:: Exercise details ::
Could you copy all of the records below exactly as they appear?

:: Given data ::
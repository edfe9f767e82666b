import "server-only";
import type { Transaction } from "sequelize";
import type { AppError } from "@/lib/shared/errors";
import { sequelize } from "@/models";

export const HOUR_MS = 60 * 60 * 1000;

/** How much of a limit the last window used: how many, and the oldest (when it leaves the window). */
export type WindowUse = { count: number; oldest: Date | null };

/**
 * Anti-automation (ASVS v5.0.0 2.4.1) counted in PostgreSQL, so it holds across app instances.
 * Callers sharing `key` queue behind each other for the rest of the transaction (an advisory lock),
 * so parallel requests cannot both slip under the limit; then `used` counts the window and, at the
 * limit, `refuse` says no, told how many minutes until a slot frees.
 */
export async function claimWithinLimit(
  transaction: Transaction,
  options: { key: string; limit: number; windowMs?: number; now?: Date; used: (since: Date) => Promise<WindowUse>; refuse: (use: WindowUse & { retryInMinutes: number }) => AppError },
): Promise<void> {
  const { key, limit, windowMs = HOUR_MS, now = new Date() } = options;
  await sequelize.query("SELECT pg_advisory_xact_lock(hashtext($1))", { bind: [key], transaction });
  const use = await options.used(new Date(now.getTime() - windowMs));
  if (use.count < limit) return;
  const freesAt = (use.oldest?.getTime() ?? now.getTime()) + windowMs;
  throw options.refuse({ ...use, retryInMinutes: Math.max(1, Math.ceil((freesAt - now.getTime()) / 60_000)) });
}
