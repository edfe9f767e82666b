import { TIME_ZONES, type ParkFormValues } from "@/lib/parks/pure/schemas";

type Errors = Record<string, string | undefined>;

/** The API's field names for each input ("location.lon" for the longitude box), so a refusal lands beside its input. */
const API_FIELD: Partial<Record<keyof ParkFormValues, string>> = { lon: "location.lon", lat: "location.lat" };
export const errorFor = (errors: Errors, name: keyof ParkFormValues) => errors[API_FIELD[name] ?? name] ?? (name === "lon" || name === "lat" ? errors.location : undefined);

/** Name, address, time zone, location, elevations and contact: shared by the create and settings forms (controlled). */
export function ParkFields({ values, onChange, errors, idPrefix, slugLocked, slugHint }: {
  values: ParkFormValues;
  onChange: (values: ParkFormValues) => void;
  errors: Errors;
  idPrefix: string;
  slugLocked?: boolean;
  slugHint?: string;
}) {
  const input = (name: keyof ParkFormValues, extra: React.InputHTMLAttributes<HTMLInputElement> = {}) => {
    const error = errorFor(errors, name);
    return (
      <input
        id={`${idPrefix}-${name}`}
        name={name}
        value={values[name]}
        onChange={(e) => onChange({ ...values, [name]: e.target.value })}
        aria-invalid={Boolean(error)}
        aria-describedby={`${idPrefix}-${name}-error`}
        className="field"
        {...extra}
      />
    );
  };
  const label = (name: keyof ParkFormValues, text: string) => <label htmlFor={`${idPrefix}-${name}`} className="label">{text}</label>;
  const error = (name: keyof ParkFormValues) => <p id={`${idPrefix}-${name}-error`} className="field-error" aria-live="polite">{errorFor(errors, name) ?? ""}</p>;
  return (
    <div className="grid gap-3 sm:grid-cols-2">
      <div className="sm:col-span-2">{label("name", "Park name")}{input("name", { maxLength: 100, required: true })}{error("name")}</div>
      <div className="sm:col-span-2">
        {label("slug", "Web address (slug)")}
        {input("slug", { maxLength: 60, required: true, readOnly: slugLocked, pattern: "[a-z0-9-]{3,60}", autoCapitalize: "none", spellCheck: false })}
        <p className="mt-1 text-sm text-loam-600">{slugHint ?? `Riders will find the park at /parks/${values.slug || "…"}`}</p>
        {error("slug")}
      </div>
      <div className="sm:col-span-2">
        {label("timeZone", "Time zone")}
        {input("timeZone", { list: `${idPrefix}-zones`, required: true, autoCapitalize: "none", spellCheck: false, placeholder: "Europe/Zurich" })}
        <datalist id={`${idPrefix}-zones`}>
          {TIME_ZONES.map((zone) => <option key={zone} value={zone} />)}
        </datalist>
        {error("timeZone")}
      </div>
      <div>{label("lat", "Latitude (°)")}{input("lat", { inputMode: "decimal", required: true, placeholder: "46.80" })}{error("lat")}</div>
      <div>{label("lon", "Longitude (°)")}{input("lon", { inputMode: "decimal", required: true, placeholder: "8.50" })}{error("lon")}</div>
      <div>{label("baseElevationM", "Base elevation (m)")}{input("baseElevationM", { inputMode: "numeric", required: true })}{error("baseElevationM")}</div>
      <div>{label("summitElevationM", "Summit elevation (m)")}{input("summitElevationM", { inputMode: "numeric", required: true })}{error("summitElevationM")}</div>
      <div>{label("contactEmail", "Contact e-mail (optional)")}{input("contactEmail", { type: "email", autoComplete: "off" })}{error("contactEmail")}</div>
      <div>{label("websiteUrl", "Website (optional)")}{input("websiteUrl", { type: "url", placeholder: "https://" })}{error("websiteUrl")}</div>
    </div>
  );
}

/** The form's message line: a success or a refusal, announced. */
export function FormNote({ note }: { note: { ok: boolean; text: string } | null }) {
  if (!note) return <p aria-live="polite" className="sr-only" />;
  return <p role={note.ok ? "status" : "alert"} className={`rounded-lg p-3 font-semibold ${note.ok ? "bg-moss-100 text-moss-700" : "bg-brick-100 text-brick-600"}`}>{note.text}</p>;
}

:: Answer space ::
repository edfe9f767e82666b
import "server-only";
import type { Transaction } from "sequelize";
import type { AppError } from "@/lib/shared/errors";
import { sequelize } from "@/models";

export const HOUR_MS = 60 * 60 * 1000;

/** How much of a limit the last window used: how many, and the oldest (when it leaves the window). */
export type WindowUse = { count: number; oldest: Date | null };

/**
 * Anti-automation (ASVS v5.0.0 2.4.1) counted in PostgreSQL, so it holds across app instances.
 * Callers sharing `key` queue behind each other for the rest of the transaction (an advisory lock),
 * so parallel requests cannot both slip under the limit; then `used` counts the window and, at the
 * limit, `refuse` says no, told how many minutes until a slot frees.
 */
export async function claimWithinLimit(
  transaction: Transaction,
  options: { key: string; limit: number; windowMs?: number; now?: Date; used: (since: Date) => Promise<WindowUse>; refuse: (use: WindowUse & { retryInMinutes: number }) => AppError },
): Promise<void> {
  const { key, limit, windowMs = HOUR_MS, now = new Date() } = options;
  await sequelize.query("SELECT pg_advisory_xact_lock(hashtext($1))", { bind: [key], transaction });
  const use = await options.used(new Date(now.getTime() - windowMs));
  if (use.count < limit) return;
  const freesAt = (use.oldest?.getTime() ?? now.getTime()) + windowMs;
  throw options.refuse({ ...use, retryInMinutes: Math.max(1, Math.ceil((freesAt - now.getTime()) / 60_000)) });
}
repository edfe9f767e82666b
import { TIME_ZONES, type ParkFormValues } from "@/lib/parks/pure/schemas";

type Errors = Record<string, string | undefined>;

/** The API's field names for each input ("location.lon" for the longitude box), so a refusal lands beside its input. */
const API_FIELD: Partial<Record<keyof ParkFormValues, string>> = { lon: "location.lon", lat: "location.lat" };
export const errorFor = (errors: Errors, name: keyof ParkFormValues) => errors[API_FIELD[name] ?? name] ?? (name === "lon" || name === "lat" ? errors.location : undefined);

/** Name, address, time zone, location, elevations and contact: shared by the create and settings forms (controlled). */
export function ParkFields({ values, onChange, errors, idPrefix, slugLocked, slugHint }: {
  values: ParkFormValues;
  onChange: (values: ParkFormValues) => void;
  errors: Errors;
  idPrefix: string;
  slugLocked?: boolean;
  slugHint?: string;
}) {
  const input = (name: keyof ParkFormValues, extra: React.InputHTMLAttributes<HTMLInputElement> = {}) => {
    const error = errorFor(errors, name);
    return (
      <input
        id={`${idPrefix}-${name}`}
        name={name}
        value={values[name]}
        onChange={(e) => onChange({ ...values, [name]: e.target.value })}
        aria-invalid={Boolean(error)}
        aria-describedby={`${idPrefix}-${name}-error`}
        className="field"
        {...extra}
      />
    );
  };
  const label = (name: keyof ParkFormValues, text: string) => <label htmlFor={`${idPrefix}-${name}`} className="label">{text}</label>;
  const error = (name: keyof ParkFormValues) => <p id={`${idPrefix}-${name}-error`} className="field-error" aria-live="polite">{errorFor(errors, name) ?? ""}</p>;
  return (
    <div className="grid gap-3 sm:grid-cols-2">
      <div className="sm:col-span-2">{label("name", "Park name")}{input("name", { maxLength: 100, required: true })}{error("name")}</div>
      <div className="sm:col-span-2">
        {label("slug", "Web address (slug)")}
        {input("slug", { maxLength: 60, required: true, readOnly: slugLocked, pattern: "[a-z0-9-]{3,60}", autoCapitalize: "none", spellCheck: false })}
        <p className="mt-1 text-sm text-loam-600">{slugHint ?? `Riders will find the park at /parks/${values.slug || "…"}`}</p>
        {error("slug")}
      </div>
      <div className="sm:col-span-2">
        {label("timeZone", "Time zone")}
        {input("timeZone", { list: `${idPrefix}-zones`, required: true, autoCapitalize: "none", spellCheck: false, placeholder: "Europe/Zurich" })}
        <datalist id={`${idPrefix}-zones`}>
          {TIME_ZONES.map((zone) => <option key={zone} value={zone} />)}
        </datalist>
        {error("timeZone")}
      </div>
      <div>{label("lat", "Latitude (°)")}{input("lat", { inputMode: "decimal", required: true, placeholder: "46.80" })}{error("lat")}</div>
      <div>{label("lon", "Longitude (°)")}{input("lon", { inputMode: "decimal", required: true, placeholder: "8.50" })}{error("lon")}</div>
      <div>{label("baseElevationM", "Base elevation (m)")}{input("baseElevationM", { inputMode: "numeric", required: true })}{error("baseElevationM")}</div>
      <div>{label("summitElevationM", "Summit elevation (m)")}{input("summitElevationM", { inputMode: "numeric", required: true })}{error("summitElevationM")}</div>
      <div>{label("contactEmail", "Contact e-mail (optional)")}{input("contactEmail", { type: "email", autoComplete: "off" })}{error("contactEmail")}</div>
      <div>{label("websiteUrl", "Website (optional)")}{input("websiteUrl", { type: "url", placeholder: "https://" })}{error("websiteUrl")}</div>
    </div>
  );
}

/** The form's message line: a success or a refusal, announced. */
export function FormNote({ note }: { note: { ok: boolean; text: string } | null }) {
  if (!note) return <p aria-live="polite" className="sr-only" />;
  return <p role={note.ok ? "status" : "alert"} className={`rounded-lg p-3 font-semibold ${note.ok ? "bg-moss-100 text-moss-700" : "bg-brick-100 text-brick-600"}`}>{note.text}</p>;
}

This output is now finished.